(Problem requirements) Nothing but the lines below between the line holding "let mut out = line(headers.to_vec());" and the line holding "(int32 or f32).", inclusive, should appear in the answer, each set down exactly.

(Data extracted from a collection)
fn catalogue() -> Vec<Case> {
    vec![
        Case {
            name: "missing description file",
            prepare: |d| {
                args(&[
                    "quantize",
                    &s(&d.join("absent.toml")),
                    "-o",
                    &s(&d.join("out.midge")),
                ])
            },
            expect: &["absent.toml", "cannot read"],
        },
        Case {
            name: "description is not TOML",
            prepare: |d| {
                fs::write(d.join("model.toml"), "name = \"x\"\n[[layer]\nop = ").unwrap();
                quantize(d)
            },
            expect: &["model.toml", "line 2"],
        },
        Case {
            name: "weights file missing",
            prepare: |d| {
                fs::remove_file(weights(d)).unwrap();
                quantize(d)
            },
            expect: &["weights.safetensors", "cannot read"],
        },
        Case {
            name: "weights not a safetensors file",
            prepare: |d| {
                fs::write(weights(d), "this is a text file, not tensors\n").unwrap();
                quantize(d)
            },
            expect: &["weights.safetensors", "not a safetensors file"],
        },
        Case {
            name: "truncated safetensors",
            prepare: |d| {
                let b = fs::read(weights(d)).unwrap();
                fs::write(weights(d), &b[..b.len() / 2]).unwrap();
                quantize(d)
            },
            expect: &["weights.safetensors", "not a complete safetensors file"],
        },
        Case {
            name: "unsupported dtype",
            prepare: |d| {
                // Same-length edit of the JSON header: F32 → I32 for one tensor.
                let mut b = fs::read(weights(d)).unwrap();
                let key = br#""stem.weight":{"dtype":"F32""#;
                let at = b
                    .windows(key.len())
                    .position(|w| w == key)
                    .expect("stem.weight header entry");
                // key ends in `F32"`: the F is 4 bytes before its end.
                b[at + key.len() - 4] = b'I';
                fs::write(weights(d), b).unwrap();
                quantize(d)
            },
            expect: &["weights.safetensors", "stem.weight", "I32", "not supported"],
        },
        Case {
            name: "tensor missing",
            prepare: |d| {
                edit_weights(d, |m| {
                    m.tensors.remove("block.weight").unwrap();
                });
                quantize(d)
            },
            expect: &["weights.safetensors", "block.weight", "missing"],
        },
        Case {
            name: "shape mismatch",
            prepare: |d| {
                edit_weights(d, |m| {
                    m.insert("head.weight", vec![3, 5], vec![0.1; 15]);
                });
                quantize(d)
            },
            expect: &["head.weight", "shape mismatch", "[3, 4]", "[3, 5]"],
        },
        Case {
            name: "NaN weight",
            prepare: |d| {
                edit_weights(d, |m| {
                    let t = m.tensors.get_mut("block.weight").unwrap();
                    t.data[5] = f32::NAN;
                });
                quantize(d)
            },
            expect: &["block.weight", "NaN", "not finite"],
        },
        Case {
            name: "Inf weight",
            prepare: |d| {
                edit_weights(d, |m| {
                    let t = m.tensors.get_mut("head.bias").unwrap();
                    t.data[0] = f32::NEG_INFINITY;
                });
                quantize(d)
            },
            expect: &["head.bias", "inf", "not finite"],
        },
        Case {
            name: "unknown op",
            prepare: |d| {
                edit_description(d, "op = \"depthwise\"", "op = \"conv3d\"");
                quantize(d)
            },
            expect: &["model.toml", "dw", "unknown op", "conv3d"],
        },
        Case {
            name: "layer input refers to a later layer",
            prepare: |d| {
                edit_description(
                    d,
                    "from = [\"stem_relu\", \"block\"]",
                    "from = [\"stem_relu\", \"dw\"]",
                );
                quantize(d)
            },
            expect: &["model.toml", "sum", "dw", "later layer"],
        },
        Case {
            name: "description key misspelt",
            prepare: |d| {
                edit_description(d, "out_features = 3", "out_featurs = 3");
                quantize(d)
            },
            expect: &["model.toml", "out_featurs", "unknown field"],
        },
        Case {
            name: "empty calibration folder",
            prepare: |d| {
                let e = d.join("empty");
                fs::create_dir_all(&e).unwrap();
                let mut a = quantize(d);
                a.extend(args(&["--calibration", &s(&e)]));
                a
            },
            expect: &["empty", "no images"],
        },
        Case {
            name: "non-image file among calibration images",
            prepare: |d| {
                fs::write(d.join("calib").join("c99.png"), "not a picture").unwrap();
                quantize(d)
            },
            expect: &["c99.png", "not a readable"],
        },
        Case {
            name: "calibration image of the wrong size, resizing off",
            prepare: |d| {
                image::RgbImage::from_pixel(9, 8, image::Rgb([1, 2, 3]))
                    .save(d.join("calib").join("c98.png"))
                    .unwrap();
                quantize(d)
            },
            expect: &["c98.png", "9×8", "8×8"],
        },
        Case {
            name: "class folders do not match the labels",
            prepare: |d| {
                fs::rename(d.join("val").join("bar"), d.join("val").join("wheel")).unwrap();
                args(&["compare", &s(&d.join("model.toml"))])
            },
            expect: &["val", "wheel", "bar"],
        },
        Case {
            name: "--max-drop not a number",
            prepare: |d| args(&["compare", &s(&d.join("model.toml")), "--max-drop", "lots"]),
            expect: &["--max-drop", "lots"],
        },
        Case {
            name: "--max-drop not finite",
            prepare: |d| args(&["compare", &s(&d.join("model.toml")), "--max-drop", "NaN"]),
            expect: &["--max-drop", "NaN"],
        },
        Case {
            name: "output folder does not exist",
            prepare: |d| {
                args(&[
                    "quantize",
                    &s(&d.join("model.toml")),
                    "-o",
                    &s(&d.join("no-such-folder").join("out.midge")),
                ])
            },
            expect: &["no-such-folder", "cannot write"],
        },
        Case {
            name: "model file that is not ours",
            prepare: |d| show(&d.join("calib").join("c00.png")),
            expect: &["c00.png", "bad magic"],
        },
        Case {
            name: "model file of a newer version",
            prepare: |d| {
                let p = write_midge(d);
                let mut b = fs::read(&p).unwrap();
                b[8..10].copy_from_slice(&2u16.to_le_bytes());
                fs::write(&p, b).unwrap();
                show(&p)
            },
            expect: &["model.midge", "version 2", "not supported"],
        },
        Case {
            name: "model file with a corrupted CRC",
            prepare: |d| {
                let p = write_midge(d);
                let mut b = fs::read(&p).unwrap();
                let n = b.len();
                b[n / 2] ^= 0x10;
                fs::write(&p, b).unwrap();
                show(&p)
            },
            expect: &["model.midge", "CRC", "mismatch"],
        },
        Case {
            name: "truncated model file given to classify",
            prepare: |d| {
                let p = write_midge(d);
                let b = fs::read(&p).unwrap();
                fs::write(&p, &b[..b.len() - 8]).unwrap();
                args(&["classify", &s(&p), &s(&d.join("calib").join("c00.png"))])
            },
            expect: &["model.midge", "truncated"],
        },
        Case {
            name: "classify an image of the wrong size without --resize",
            prepare: |d| {
                let p = write_midge(d);
                let img = d.join("big.png");
                image::RgbImage::from_pixel(16, 16, image::Rgb([9, 9, 9]))
                    .save(&img)
                    .unwrap();
                args(&["classify", &s(&p), &s(&img)])
            },
            expect: &["big.png", "16×16", "8×8"],
        },
        Case {
            name: "invalid target profile",
            prepare: |d| {
                let p = write_midge(d);
                let t = d.join("board.toml");
                fs::write(&t, "name = \"board\"\nram_bytes = \"lots\"\n").unwrap();
                args(&[
                    "budget",
                    &s(&p),
                    "--target",
                    &s(&t),
                    "--no-emulate",
                    "--no-runtime-size",
                ])
            },
            expect: &["board.toml", "lots"],
        },
        Case {
            name: "unknown target profile name",
            prepare: |d| {
                let p = write_midge(d);
                args(&[
                    "budget",
                    &s(&p),
                    "--target",
                    "m9-9000",
                    "--no-emulate",
                    "--no-runtime-size",
                ])
            },
            expect: &["m9-9000", "no target profile"],
        },
    ]
}
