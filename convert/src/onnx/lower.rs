//! Lowering an ONNX graph to what a TOML description and its safetensors
//! file give: a `[[layer]]` list and a `TensorMap` in PyTorch layouts (NCHW
//! weights), so `graph::FloatGraph::build` does the channel-last change once.
//! Shape arithmetic is folded to constants; input normalisation becomes an
//! affine map per channel; every refusal names the node, its op and opset.

use std::collections::{HashMap, HashSet};

use midge_runtime::repr::Padding;

use super::proto::{self, NodeProto};
use super::{tensor_values, Const, OnnxModel, Values};
use crate::description::{LayerDesc, LayerKind, PaddingDesc, Pair, Refs};
use crate::weights::TensorMap;
use crate::{limits, Error, Result};

/// Operators midge lowers (listed in refusals of anything else).
pub const SUPPORTED: &[&str] = &[
    "Conv",
    "BatchNormalization",
    "Relu",
    "Clip",
    "MaxPool",
    "AveragePool",
    "GlobalAveragePool",
    "Flatten",
    "Reshape",
    "Squeeze",
    "Gemm",
    "MatMul",
    "Add",
    "Sub",
    "Mul",
    "Div",
    "Identity",
    "Dropout",
    "Softmax",
    "Constant",
    "Shape",
    "Gather",
    "Unsqueeze",
    "Concat",
    "ConstantOfShape",
    "Cast",
    "QuantizeLinear",
    "DequantizeLinear",
];

/// An activation's int8 quantization given by a QuantizeLinear →
/// DequantizeLinear pair on a layer's output (uint8 pairs shifted to int8:
/// same scale, zero point − 128).
#[derive(Clone, Debug, PartialEq)]
pub struct GivenQuant {
    /// The layer whose output the pair quantizes.
    pub layer: String,
    /// The QuantizeLinear node's name.
    pub node: String,
    pub scale: f32,
    pub zero_point: i32,
}

/// An ONNX model as a description's pieces.
#[derive(Clone, Debug, PartialEq)]
pub struct Lowered {
    /// The graph's name (may be empty).
    pub graph_name: String,
    /// Layers as a description would list them; each names its tensor
    /// prefix (the layer name) and its `from` explicitly.
    pub layers: Vec<LayerDesc>,
    /// Weights in PyTorch layouts under `<layer>.weight`, `<layer>.bias`,
    /// `<layer>.running_mean`, `<layer>.running_var`.
    pub tensors: TensorMap,
    /// Model input height, width, channels.
    pub input_hwc: (u16, u16, u16),
    /// Per channel `(a, b)`: the graph computes on `a·x + b` of its input
    /// `x` (normalisation folded from Sub/Div/Mul/Add by constants).
    pub affine: Vec<(f64, f64)>,
    /// Things done that the user should know (a trailing Softmax left to the host).
    pub notes: Vec<String>,
    /// Activation quantization from QDQ pairs, in graph order.
    pub qdq: Vec<GivenQuant>,
    /// Values of the graph output (one label each).
    pub output_elems: usize,
    /// ONNX node name of each layer (the layer name may differ when the node
    /// had none or a repeated one).
    pub node_names: Vec<String>,
}

/// What an ONNX value is while lowering.
#[derive(Clone, Debug)]
enum Val {
    Const(Const),
    /// The graph input after the affine map `a·x + b` per channel.
    Input {
        dims: Vec<usize>,
        a: Vec<f64>,
        b: Vec<f64>,
    },
    /// Output of layer `layer` with ONNX dims (`[1, C, H, W]` or `[1, K]`).
    Act {
        layer: usize,
        dims: Vec<usize>,
    },
    /// A QuantizeLinear of an activation, waiting for its DequantizeLinear.
    Quantized {
        inner: Box<Val>,
        scale: f32,
        zero_point: i32,
        node: String,
    },
}

struct Lowering<'a> {
    m: &'a OnnxModel,
    vals: HashMap<String, Val>,
    consumers: HashMap<String, usize>,
    layers: Vec<LayerDesc>,
    kinds: Vec<LayerKind>,
    node_names: Vec<String>,
    tensors: TensorMap,
    used_names: HashSet<String>,
    /// The affine map the layers read the input with (all must agree).
    affine: Option<(Vec<f64>, Vec<f64>)>,
    notes: Vec<String>,
    output: String,
    /// Data type of each initializer and Constant output (zero points).
    dtypes: HashMap<String, i32>,
    qdq: Vec<GivenQuant>,
}

/// One node being lowered: its place for messages and attribute access.
struct Ctx<'a> {
    node: &'a NodeProto,
    op: &'a str,
    place: String,
    opset: i64,
}

impl Ctx<'_> {
    fn fail(&self, what: impl Into<String>) -> Error {
        Error::new(self.place.clone(), what)
    }
    fn attr(&self, name: &str) -> Option<&proto::AttributeProto> {
        self.node
            .attribute
            .iter()
            .find(|a| a.name.as_deref() == Some(name))
    }
    fn int(&self, name: &str, default: i64) -> i64 {
        self.attr(name).and_then(|a| a.i).unwrap_or(default)
    }
    fn float(&self, name: &str) -> Option<f32> {
        self.attr(name).and_then(|a| a.f)
    }
    fn ints(&self, name: &str) -> Option<Vec<i64>> {
        self.attr(name).map(|a| a.ints.clone())
    }
    fn string(&self, name: &str) -> Option<String> {
        self.attr(name)
            .and_then(|a| a.s.as_ref())
            .map(|s| String::from_utf8_lossy(s).into_owned())
    }
    /// Input `k` if present and non-empty.
    fn input(&self, k: usize) -> Option<&str> {
        self.node
            .input
            .get(k)
            .map(String::as_str)
            .filter(|s| !s.is_empty())
    }
    fn need_input(&self, k: usize) -> Result<&str> {
        self.input(k)
            .ok_or_else(|| self.fail(format!("input {} is missing", k + 1)))
    }
    fn out(&self) -> Result<&str> {
        self.node
            .output
            .first()
            .map(String::as_str)
            .filter(|s| !s.is_empty())
            .ok_or_else(|| self.fail("has no output"))
    }
}

/// Lower the model's graph. Refusals name the node (`<file>: node "<name>"
/// (<op>, opset <n>)`) and what was expected.
pub fn lower(m: &OnnxModel) -> Result<Lowered> {
    let g = m.graph();
    let origin = &m.origin;
    limits::check(
        origin,
        "graph nodes",
        g.node.len() as u64,
        limits::MAX_ONNX_NODES,
    )?;
    let mut vals = HashMap::new();
    let mut dtypes = HashMap::new();
    let mut total = 0u64;
    for t in &g.initializer {
        let name = t.name.clone().unwrap_or_default();
        dtypes.insert(name.clone(), t.data_type.unwrap_or(0));
        let c = tensor_values(t, &format!("{origin}: initializer \"{name}\""))?;
        total = total.saturating_add(c.len() as u64 * 4);
        limits::check(
            origin,
            "f32 bytes of all initializers",
            total,
            limits::MAX_WEIGHT_BYTES,
        )?;
        vals.insert(name, Val::Const(c));
    }
    if !g.sparse_initializer.is_empty() {
        return Err(Error::new(
            origin,
            "sparse initializers are not supported; expected dense initializers",
        ));
    }
    // The real inputs: graph inputs that are not initializers.
    let inputs: Vec<&proto::ValueInfoProto> = g
        .input
        .iter()
        .filter(|i| !vals.contains_key(i.name.as_deref().unwrap_or("")))
        .collect();
    let [input] = inputs[..] else {
        let names: Vec<String> = inputs
            .iter()
            .map(|i| format!("\"{}\"", i.name.as_deref().unwrap_or("")))
            .collect();
        return Err(Error::new(
            origin,
            format!(
                "the graph has {} inputs ({}); expected exactly one image input",
                inputs.len(),
                names.join(", ")
            ),
        ));
    };
    let in_name = input.name.clone().unwrap_or_default();
    let dims = input_dims(input, &format!("{origin}: input \"{in_name}\""))?;
    let channels = dims[1];
    vals.insert(
        in_name,
        Val::Input {
            dims: dims.clone(),
            a: vec![1.0; channels],
            b: vec![0.0; channels],
        },
    );
    let [output] = &g.output[..] else {
        return Err(Error::new(
            origin,
            format!(
                "the graph has {} outputs; expected exactly one (the class scores)",
                g.output.len()
            ),
        ));
    };
    let mut consumers: HashMap<String, usize> = HashMap::new();
    for n in &g.node {
        for i in n.input.iter().filter(|i| !i.is_empty()) {
            *consumers.entry(i.clone()).or_default() += 1;
        }
    }
    let out_name = output.name.clone().unwrap_or_default();
    *consumers.entry(out_name.clone()).or_default() += 1;
    let mut lw = Lowering {
        m,
        vals,
        consumers,
        layers: Vec::new(),
        kinds: Vec::new(),
        node_names: Vec::new(),
        tensors: TensorMap::new(origin.clone()),
        used_names: HashSet::from(["input".to_string()]),
        affine: None,
        notes: Vec::new(),
        output: out_name.clone(),
        dtypes,
        qdq: Vec::new(),
    };
    for (k, node) in g.node.iter().enumerate() {
        lw.node(k, node)?;
    }
    let last = lw.layers.len().checked_sub(1);
    let output_elems = match (lw.vals.get(&out_name), last) {
        (Some(Val::Act { layer, dims }), Some(last)) if *layer == last => dims.iter().product(),
        (Some(Val::Act { layer, .. }), Some(last)) => {
            return Err(Error::new(
                format!("{origin}: output \"{out_name}\""),
                format!(
                    "comes from layer \"{}\" but layer \"{}\" follows it; expected the graph to end at its output",
                    lw.layer_name(*layer),
                    lw.layer_name(last)
                ),
            ))
        }
        (None, _) => {
            return Err(Error::new(
                format!("{origin}: output \"{out_name}\""),
                "no node produces it",
            ))
        }
        _ => {
            return Err(Error::new(
                format!("{origin}: output \"{out_name}\""),
                "is not computed by any layer (a constant or the input itself); expected a network",
            ))
        }
    };
    let (h, w) = if dims.len() == 4 {
        (dims[2], dims[3])
    } else {
        (1, 1)
    };
    let (a, b) = lw
        .affine
        .clone()
        .unwrap_or((vec![1.0; channels], vec![0.0; channels]));
    Ok(Lowered {
        graph_name: g.name.clone().unwrap_or_default(),
        layers: lw.layers,
        tensors: lw.tensors,
        input_hwc: (h as u16, w as u16, channels as u16),
        affine: a.into_iter().zip(b).collect(),
        notes: lw.notes,
        qdq: lw.qdq,
        output_elems,
        node_names: lw.node_names,
    })
}
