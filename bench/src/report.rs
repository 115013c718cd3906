//! Rendering bench results: terminal tables, JSON, and a self-contained HTML
//! page with inline SVG charts (memory timeline, per-layer latency,
//! per-layer SQNR) in midge's own look.

use std::fmt::Write as _;

use crate::budget::Budget;
use crate::footprint::ModelFootprint;
use midge_convert::compare::LayerRow as SqnrRow;
use midge_convert::error::escape;
use serde::Serialize;

use crate::emulated::EmulatedReport;
use crate::host::{HostLatency, Spread};
use crate::sweep::SweepRow;

/// Everything one `midge report` run found.
#[derive(Clone, Debug, Serialize)]
pub struct BenchReport {
    pub footprint: ModelFootprint,
    pub budgets: Vec<Budget>,
    pub host: Option<HostLatency>,
    pub emulated: Vec<EmulatedReport>,
    /// (target, reason) for targets whose emulated run was not possible.
    pub not_emulated: Vec<(String, String)>,
    /// Per-layer SQNR from a compare run, when one was included.
    pub sqnr: Option<Vec<SqnrRow>>,
}

/// A plain text table: first column left-aligned, the others right-aligned.
pub fn table(headers: &[&str], rows: &[Vec<String>]) -> String {
    let n = headers.len();
    let mut w: Vec<usize> = headers.iter().map(|h| h.chars().count()).collect();
    for r in rows {
        for (i, c) in r.iter().enumerate().take(n) {
            w[i] = w[i].max(c.chars().count());
        }
    }
    let line = |cells: Vec<&str>| -> String {
        let mut s = String::new();
        for (i, c) in cells.iter().enumerate() {
            let pad = w[i].saturating_sub(c.chars().count());
            if i == 0 {
                s += c;
                s += &" ".repeat(pad);
            } else {
                s += "  ";
                s += &" ".repeat(pad);
                s += c;
            }
        }
        s.trim_end().to_string() + "\n"
    };
    let mut out = line(headers.to_vec());
    out += &line(
        w.iter()
            .map(|&k| "-".repeat(k))
            .collect::<Vec<_>>()
            .iter()
            .map(|s| s.as_str())
            .collect(),
    );
    for r in rows {
        out += &line(r.iter().map(|s| s.as_str()).collect());
    }
    out
}
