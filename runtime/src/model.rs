//! A parsed model: `Model::parse` validates a whole file once (layout, CRC, records, graph
//! order, lifetimes, each layer via `ops`); `run` walks the layers with the kernels of the
//! model's op set. Also the one place for MAC/parameter counts and section sizes.

use crate::error::{Error, Text};
use crate::exec;
use crate::format::{
    self, blob_types, canonical_sections, field, is_utf8, read_string, string_bytes, BlobType,
    FileHeader, HeaderView, InfoView, LayerRecord, LayerView, ModelInfo, Span, TensorView, ALIGN,
    MAX_LAYERS, SECTIONS_START,
};
use crate::ops;
use crate::opset::{OpSet, ALL_OPS};
use crate::repr::{Bias, LayerRef, Op, Params, TensorRecord, Weights};

/// Per-layer hooks called by `Model::run_observed` (tracing, timing, dumps);
/// both default to doing nothing. See `Model::run_observed` for an example.
pub trait Observer {
    /// Called before layer `index` runs.
    fn before_layer(&mut self, index: usize) {
        let _ = index;
    }
    /// Called after layer `index` wrote `bytes`, the whole output tensor `output`.
    fn after_layer(&mut self, index: usize, output: &TensorRecord, bytes: &[u8]) {
        let _ = (index, output, bytes);
    }
}

/// The observer that does nothing; `run` uses it.
impl Observer for () {}

/// Byte counts of a model file by kind, for footprint reporting. They add up
/// to `total`, the file length.
#[derive(Clone, Copy, Debug, PartialEq, Eq, Default)]
pub struct SectionSizes {
    /// Fixed header plus model-info block (section table included).
    pub header: usize,
    pub tensor_table: usize,
    pub layer_table: usize,
    /// Weight blobs (int8 or fp16).
    pub weights: usize,
    /// Bias blobs (int32 or f32).
    pub biases: usize,
    /// Parameter blobs: requantization multipliers/shifts, pixel and add parameters.
    pub params: usize,
    /// Model name and class labels with their length prefixes.
    pub strings: usize,
    /// Alignment padding between blobs and sections.
    pub padding: usize,
    pub total: usize,
}

/// A validated model borrowed from its bytes. Cheap to copy: it stores the
/// validated file slice and its model-info block; records are re-read on demand.
///
/// `OPS` (an `OpSet` bitmask) is what `run` can execute and so what a
/// build links: `Model::parse` gives every op (`ALL_OPS`);
/// `Model::<OPS>::parse_with_ops` with a model's own set (`midge quantize
/// --rust-module` writes it) links only that model's kernels.
#[derive(Clone, Copy, Debug)]
pub struct Model<'a, const OPS: u32 = ALL_OPS> {
    bytes: &'a [u8],
    info: ModelInfo,
}

/// Tensors whose last readers `check_lifetimes` finds per pass over the
/// layer table when it cannot allocate (256 bytes of stack).
#[cfg_attr(feature = "std", allow(dead_code))]
const LIFETIME_BLOCK: usize = 128;

fn is_aligned(bytes: &[u8], align: usize) -> bool {
    (bytes.as_ptr() as usize).is_multiple_of(align)
}

/// Byte length of a tensor computed in u64, so that huge shapes cannot
/// overflow on 32-bit targets.
fn tensor_len_u64(t: &TensorRecord) -> u64 {
    t.shape.h as u64 * t.shape.w as u64 * t.shape.c as u64 * t.elem.size() as u64
}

(Written reply)
    let mut out = line(headers.to_vec());
    out += &line(
        w.iter()
            .map(|&k| "-".repeat(k))
            .collect::<Vec<_>>()
            .iter()
            .map(|s| s.as_str())
            .collect(),
    );
    for r in rows {
        out += &line(r.iter().map(|s| s.as_str()).collect());
    }
    out
}
filename runtime/src/model.rs
//! A parsed model: `Model::parse` validates a whole file once (layout, CRC, records, graph
//! order, lifetimes, each layer via `ops`); `run` walks the layers with the kernels of the
//! model's op set. Also the one place for MAC/parameter counts and section sizes.

use crate::error::{Error, Text};
use crate::exec;
use crate::format::{
    self, blob_types, canonical_sections, field, is_utf8, read_string, string_bytes, BlobType,
    FileHeader, HeaderView, InfoView, LayerRecord, LayerView, ModelInfo, Span, TensorView, ALIGN,
    MAX_LAYERS, SECTIONS_START,
};
use crate::ops;
use crate::opset::{OpSet, ALL_OPS};
use crate::repr::{Bias, LayerRef, Op, Params, TensorRecord, Weights};

/// Per-layer hooks called by `Model::run_observed` (tracing, timing, dumps);
/// both default to doing nothing. See `Model::run_observed` for an example.
pub trait Observer {
    /// Called before layer `index` runs.
    fn before_layer(&mut self, index: usize) {
        let _ = index;
    }
    /// Called after layer `index` wrote `bytes`, the whole output tensor `output`.
    fn after_layer(&mut self, index: usize, output: &TensorRecord, bytes: &[u8]) {
        let _ = (index, output, bytes);
    }
}

/// The observer that does nothing; `run` uses it.
impl Observer for () {}

/// Byte counts of a model file by kind, for footprint reporting. They add up
/// to `total`, the file length.
#[derive(Clone, Copy, Debug, PartialEq, Eq, Default)]
pub struct SectionSizes {
    /// Fixed header plus model-info block (section table included).
    pub header: usize,
    pub tensor_table: usize,
    pub layer_table: usize,
    /// Weight blobs (int8 or fp16).
    pub weights: usize,
    /// Bias blobs (int32 or f32).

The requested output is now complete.